A ruling by the Internal Revenue Service threatens to upend various employer-sponsored health plans and ultimately cost employees more for coverage — coverage they often won’t be using. The IRS ruling back in September negates an option that many employers with more than 50 employees were considering: canceling their plans and just reimbursing their employees with funds to go buy their own coverage on the ObamaCare exchanges.
This option, according to the IRS, would cost employers $100 per day for each employee as penalties for exercising what heretofore was not only a reasonable option but an increasingly popular one. The New York Times quoted a tax attorney who clarified that “an employee cannot [any longer] use tax-free contributions from [his] employer to purchase an insurance policy sold in the individual health insurance market, inside or outside an exchange.”

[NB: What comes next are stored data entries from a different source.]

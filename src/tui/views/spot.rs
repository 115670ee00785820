//! The Spot readings view: the readings of the catalogue that fit the picked equipment (a
//! pump, a line or a tank), each typed with its unit and checked as it is typed against the
//! site's own limits for that equipment, said in words with the caution that applies.
//! Ctrl-S journals them (through the writer thread, like a viscometer set), each reading
//! beyond a limit with a finding beside it; the session state then holds them for the
//! pipe-flow, restart/pump and tank views.

use super::{Draft, Effect, View, ViewId};
use crate::journal::{Payload, Severity};
use crate::present;
use crate::readings::{ParsedReading, ReadingKind, parse_reading_arg_at};
use crate::session::spot::{self, NotChecked, SpotCall};
use crate::site::Site;
use crate::text::sanitize;
use crate::tui::ctx::Ctx;
use crate::tui::keymap::{Action, Binding, Key, Scope, b, h};
use crate::tui::layout::{clip_words, row};
use crate::tui::strings::spot as s;
use crate::tui::strings::{caution, keys, views as names};
use crate::tui::widgets::editing::{self, EditStep, Leave};
use crate::tui::widgets::field::{Field, FieldKind};
use ratatui::Frame;
use ratatui::layout::Rect;
use ratatui::text::{Line, Span};
use ratatui::widgets::{Paragraph, Wrap};

/// This view's id.
pub const ID: ViewId = ViewId("spot");

const KEYS: &[Binding] = &[
    b(
        Scope::View,
        &[Key::Enter, Key::Down],
        Action::Activate,
        keys::EDIT_FIELD,
    ),
    h(Scope::View, &[Key::Digit], Action::Type('0'), keys::TYPE_VALUE),
    b(
        Scope::ViewTyping,
        &[Key::Ctrl('s')],
        Action::Save,
        keys::SAVE_READINGS,
    ),
];

/// Longest value text ("12.5 bar" and a little room).
const VALUE_MAX_CHARS: usize = 24;
const NAME_W: u16 = 20;
const VALUE_W: u16 = 14;

/// One reading row: what it is, what is typed, and what the typed text gives.
struct SpotRow {
    kind: &'static ReadingKind,
    field: Field,
    checked: RowState,
}

/// A typed reading, parsed and checked against the site's limits.
#[derive(Default)]
enum RowState {
    #[default]
    Empty,
    Invalid(String),
    Read {
        parsed: ParsedReading,
        calls: Vec<SpotCall>,
        not_checked: Option<NotChecked>,
    },
}

pub struct SpotView {
    /// The equipment the rows were made for.
    equipment: Option<String>,
    rows: Vec<SpotRow>,
    focus: usize,
    editing: bool,
    replace_next: bool,
}

fn rows_for(site: &Site, equipment: Option<&str>) -> Vec<SpotRow> {
    let kind = equipment.and_then(|e| spot::kind_of(site, e));
    kind.map(spot::offered)
        .unwrap_or_default()
        .into_iter()
        .map(|kind| SpotRow {
            kind,
            field: Field::new(FieldKind::Text(VALUE_MAX_CHARS)),
            checked: RowState::Empty,
        })
        .collect()
}

/// Parse one typed value with its reading's unit rules, and check it against the site.
fn check_row(site: &Site, equipment: &str, kind: &'static ReadingKind, text: &str) -> RowState {
    if text.trim().is_empty() {
        return RowState::Empty;
    }
    let arg = format!("{}={}", kind.name, text);
    match parse_reading_arg_at(&arg, site.atmospheric_pressure_pa) {
        Err(e) => RowState::Invalid(e.to_string()),
        Ok(parsed) => {
            let (calls, not_checked) = match spot::check(site, equipment, kind.name, parsed.value_si)
            {
                Ok(c) => (c, None),
                Err(n) => (Vec::new(), Some(n)),
            };
            RowState::Read {
                parsed,
                calls,
                not_checked,
            }
        }
    }
}

impl SpotView {
    pub fn new(ctx: &Ctx) -> SpotView {
        let equipment = ctx.picks.equipment.clone();
        SpotView {
            rows: rows_for(&ctx.site, equipment.as_deref()),
            equipment,
            focus: 0,
            editing: false,
            replace_next: false,
        }
    }

    /// New rows when another piece of equipment was picked (typed values belong to the old).
    fn follow_pick(&mut self, ctx: &Ctx) {
        if self.equipment != ctx.picks.equipment {
            *self = SpotView::new(ctx);
        }
    }

    fn recheck(&mut self, ctx: &Ctx) {
        let Some(eq) = self.equipment.clone() else {
            return;
        };
        if let Some(r) = self.rows.get_mut(self.focus) {
            r.checked = check_row(&ctx.site, &eq, r.kind, r.field.text());
        }
    }

    fn arrive(&mut self) {
        if let Some(r) = self.rows.get_mut(self.focus) {
            r.field.begin_edit();
            self.replace_next = !r.field.is_empty();
        }
    }

    fn on_field(&mut self, action: Action, ctx: &Ctx) -> Vec<Effect> {
        let replace = std::mem::take(&mut self.replace_next);
        let last = self.rows.len().saturating_sub(1);
        let Some(r) = self.rows.get_mut(self.focus) else {
            return Vec::new();
        };
        let step = match (action, replace) {
            (Action::Type(c), true) => {
                editing::start_with(&mut r.field, c);
                EditStep::Typing
            }
            _ => editing::apply(&mut r.field, action),
        };
        self.recheck(ctx);
        match step {
            EditStep::Typing => Vec::new(),
            EditStep::Cancelled => {
                self.editing = false;
                vec![Effect::Status(s::LEFT_FORM.to_string())]
            }
            EditStep::Accepted(leave) => {
                self.focus = match leave {
                    Leave::Up | Leave::Prev => self.focus.saturating_sub(1),
                    _ => (self.focus + 1).min(last),
                };
                self.arrive();
                Vec::new()
            }
        }
    }

    fn save(&mut self, ctx: &Ctx) -> Vec<Effect> {
        let Some(equipment) = self.equipment.clone() else {
            return vec![Effect::Status(s::NEED_EQUIPMENT.to_string())];
        };
        let style = ctx.style();
        let mut drafts = Vec::new();
        let mut over = 0;
        for (i, r) in self.rows.iter().enumerate() {
            match &r.checked {
                RowState::Empty => {}
                RowState::Invalid(msg) => {
                    let text = format!("{msg} - {} {}.", s::CURSOR_ON, r.kind.name);
                    self.focus = i;
                    self.editing = true;
                    self.arrive();
                    return vec![Effect::Status(text)];
                }
                RowState::Read { parsed, calls, .. } => {
                    drafts.push(draft(parsed.payload(), &equipment));
                    if let Some(text) = parsed.conversion_note() {
                        let note = Payload::Finding {
                            severity: Severity::Info,
                            text,
                        };
                        drafts.push(draft(note, &equipment));
                    }
                    for c in calls {
                        over += 1;
                        let finding = Payload::Finding {
                            severity: Severity::Warning,
                            text: present::spot::call_with_caution(c, style),
                        };
                        drafts.push(draft(finding, &equipment));
                    }
                }
            }
        }
        let readings = drafts
            .iter()
            .filter(|d| matches!(d.payload, Payload::Reading { .. }))
            .count();
        if readings == 0 {
            return vec![Effect::Status(s::NOTHING_TYPED.to_string())];
        }
        *self = SpotView {
            editing: false,
            ..SpotView::new(ctx)
        };
        let mut effects: Vec<Effect> = drafts.into_iter().map(Effect::Journal).collect();
        let tail = if over > 0 {
            format!(" {over} {}", s::OVER_JOURNALLED)
        } else {
            String::new()
        };
        effects.push(Effect::Status(format!(
            "{readings} {} {}.{tail}",
            s::SENT,
            sanitize(&equipment, false)
        )));
        effects
    }

    fn draw_row(&self, frame: &mut Frame, area: Rect, i: usize, ctx: &Ctx) {
        let t = &ctx.theme;
        let style = ctx.style();
        let r = &self.rows[i];
        let selected = i == self.focus;
        frame.render_widget(
            Paragraph::new(Span::styled(r.kind.name, t.dim)),
            Rect {
                width: NAME_W,
                ..area
            }
            .intersection(area),
        );
        let field_area = Rect {
            x: area.x + NAME_W,
            width: VALUE_W,
            ..area
        }
        .intersection(area);
        let field_style = match (selected, self.editing) {
            (true, true) if self.replace_next => t.selected,
            (true, true) => t.field_editing,
            (true, false) => t.selected,
            _ => t.field,
        };
        if let Some(pos) = r.field.render(
            field_area,
            frame.buffer_mut(),
            field_style,
            selected && self.editing,
        ) {
            frame.set_cursor_position(pos);
        }
        let rest = Rect {
            x: field_area.right() + 2,
            ..area
        }
        .intersection(area);
        let width = usize::from(rest.width);
        let line = match &r.checked {
            RowState::Empty => Line::styled(style.text(&unit_hint(r.kind)), t.dim),
            RowState::Invalid(msg) => {
                Line::styled(clip_words(&style.text(msg), width, t.marks.cut), t.error)
            }
            RowState::Read { calls, .. } if !calls.is_empty() => {
                let text = format!("! {}", present::spot::short_text(&calls[0], style));
                Line::styled(clip_words(&text, width, t.marks.cut), t.error)
            }
            RowState::Read { parsed, .. } => Line::styled(
                format!(
                    "= {}",
                    present::quantity(parsed.value_si, parsed.kind.dimension, style)
                ),
                t.ok,
            ),
        };
        frame.render_widget(Paragraph::new(line), rest);
    }

    /// The focused row in full: its problem, its call-outs with their caution, or its help.
    fn message(&self, ctx: &Ctx) -> (String, ratatui::style::Style) {
        let t = &ctx.theme;
        let style = ctx.style();
        if !self.editing {
            return (s::PARKED_HINT.to_string(), t.dim);
        }
        let Some(r) = self.rows.get(self.focus) else {
            return (String::new(), t.dim);
        };
        match &r.checked {
            RowState::Invalid(msg) => (format!("! {msg}"), t.error),
            RowState::Read { calls, .. } if !calls.is_empty() => {
                let all: Vec<String> = calls
                    .iter()
                    .map(|c| present::spot::call_with_caution(c, style))
                    .collect();
                (format!("! {}", all.join(" ")), t.error)
            }
            RowState::Read {
                not_checked: Some(n),
                ..
            } => (
                format!("{}: {}.", r.kind.name, present::spot::not_checked_text(n)),
                t.warn,
            ),
            _ => (format!("{}: {}.", r.kind.name, r.kind.help), t.dim),
        }
    }
}

/// "(bar unless a unit is typed)".
fn unit_hint(kind: &ReadingKind) -> String {
    format!("({} {})", kind.dimension.default_unit(), s::UNLESS_UNIT)
}

fn draft(payload: Payload, equipment: &str) -> Draft {
    Draft::new(payload, Some(equipment.to_string()))
}

impl View for SpotView {
    view_identity!(ID, names::SPOT, caution::SPOT, KEYS);

    fn handle(&mut self, action: Action, ctx: &Ctx) -> Vec<Effect> {
        self.follow_pick(ctx);
        if self.rows.is_empty() {
            return vec![Effect::Status(s::PICK_EQUIPMENT.to_string())];
        }
        if !self.editing {
            return match action {
                Action::Activate => {
                    self.editing = true;
                    self.arrive();
                    Vec::new()
                }
                Action::Type(c) => {
                    self.editing = true;
                    self.arrive();
                    self.on_field(Action::Type(c), ctx)
                }
                _ => Vec::new(),
            };
        }
        match action {
            Action::Save => self.save(ctx),
            other => self.on_field(other, ctx),
        }
    }

    fn refresh(&mut self, ctx: &Ctx) {
        self.follow_pick(ctx);
    }

    fn render(&self, frame: &mut Frame, area: Rect, ctx: &Ctx) {
        let t = &ctx.theme;
        let title = match &self.equipment {
            Some(e) => format!(" {} {} ", s::TITLE, sanitize(e, false)),
            None => format!(" {} ", s::TITLE),
        };
        let block = t.panel(title);
        let inner = block.inner(area);
        frame.render_widget(block, area);
        if self.rows.is_empty() {
            let p = Paragraph::new(s::PICK_EQUIPMENT)
                .style(t.dim)
                .wrap(Wrap { trim: true });
            frame.render_widget(p, inner);
            return;
        }
        for i in 0..self.rows.len() {
            self.draw_row(frame, row(inner, i as u16), i, ctx);
        }
        let top = self.rows.len() as u16 + 1;
        let message = Rect {
            y: inner.y + top,
            height: inner.height.saturating_sub(top),
            ..inner
        }
        .intersection(inner);
        let (text, style) = self.message(ctx);
        let p = Paragraph::new(ctx.style().text(&text))
            .style(style)
            .wrap(Wrap { trim: true });
        frame.render_widget(p, message);
    }

    fn editing(&self) -> bool {
        self.editing
    }

    fn unsaved_input(&self) -> Option<&'static str> {
        self.rows
            .iter()
            .any(|r| !r.field.is_empty())
            .then_some(s::FORM_NAME)
    }
}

But, according to the attorney, Christopher Condeluci, a former advisor to the Senate Finance Committee, the company is free to give additional financial assistance to its employees by paying them more, but that increase would be taxable. Bottom line: Employees get to pay more for plans containing mandated benefits (such as mammograms) that they may not need or could never use in the first place.

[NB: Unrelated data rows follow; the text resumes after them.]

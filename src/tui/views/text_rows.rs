//! How many rows a panel's text takes once wrapped, so a scrolled panel stops with its last
//! line at the bottom (ratatui's own count is behind an unstable feature).

/// Rows a line takes when word-wrapped to `width` (greedy; a word longer than the width is
/// broken): never fewer than the wrapping widget uses, so the end stays in reach.
pub fn wrapped_rows(text: &str, width: usize) -> usize {
    if width == 0 {
        return 0;
    }
    let mut rows = 1;
    let mut used = 0;
    for word in text.split(' ') {
        let len = word.chars().count();
        let need = if used == 0 { len } else { used + 1 + len };
        if need <= width {
            used = need;
        } else {
            rows += 1 + len.saturating_sub(1) / width;
            used = len % width;
        }
    }
    rows
}

#[cfg(test)]
mod tests {
    use super::wrapped_rows;

    #[test]
    fn wrapping_counts_rows_as_words_fall() {
        assert_eq!(wrapped_rows("", 10), 1);
        assert_eq!(wrapped_rows("aaaa bbbb", 9), 1);
        assert_eq!(wrapped_rows("aaaa bbbb", 8), 2);
        assert_eq!(wrapped_rows("aaaa bbbb cccc", 9), 2);
    }
}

The Times also quoted expert Andrew Biebl, a tax partner at a large Midwestern accounting firm, who said:
For decades employers have been assisting employees by reimbursing them for health insurance premiums and out-of-pocket costs.
The new federal ruling eliminates many of these arrangements by imposing an unusually punitive penalty.
Many political and health market observers have noted that in the past Obama's actions and words have indicated he is supportive of the United States adopting nationalized single-payer healthcare, so on the surface it doesn't seem to make sense that his administration would want to compel employers to keep providing health insurance to employees. But single payer healthcare is a long-term goal, while his administration's present actions are meant to alleviate short term political stumbling blocks. Robert Wenzel, writing at his Economic Policy Journal blog, saw immediately that the strategy was designed to reduce resultant voter backlash as employees tried to wrestle with the exchanges just prior to national elections:
With the Nov. 4 midterm elections looming, the Obama administration could not allow massive waves of employer cancellations before Democrats face an already angry electorate.
So the IRS ruled it would slap any employer with a $100 tax penalty per day per worker that used tax-exempt health insurance monies to cut workers a lump check and dump them on the Obamacare exchanges.
Companies that do not drop the provision of health insurance will face higher costs for providing health coverage and will likely be forced to cut back payrolls and shrink their workforces.
What’s left of the free market, however, continues to devise creative ways around the new ruling. Zane Benefits, for example, has created an alternative, called a “self-insured Medical Reimbursement Plan” whereby the employer, after discarding a plan that he might have had in place for decades, makes contributions to the new plan on a before-tax basis, which employees may then draw on to cover their healthcare expenses, including insurance premiums.
However, as implementation of ObamaCare continues, employers are faced with more and more restrictions and limitations on what they may offer, while their employees will ultimately be required to pay more for their healthcare.
This is just one of the myriad problems facing the new head of Health and Human Services. The Washington Post noted that ObamaCare remains controversial especially as the upcoming elections in November draw ever closer. The technical difficulties in operating the exchanges are far from over. New premium structures and rates are expected to be announced this summer, with most observers expecting huge spikes over last year. Small business owners will be facing expensive decisions on their own as well, while insurance companies are working overtime to keep up with the ever-changing ObamaCare landscape.
It’s all part of the cost of allowing the government into a place where it has no business, and certainly no skill set, in its never-ending quest to control citizens under the guise of controlling their healthcare costs.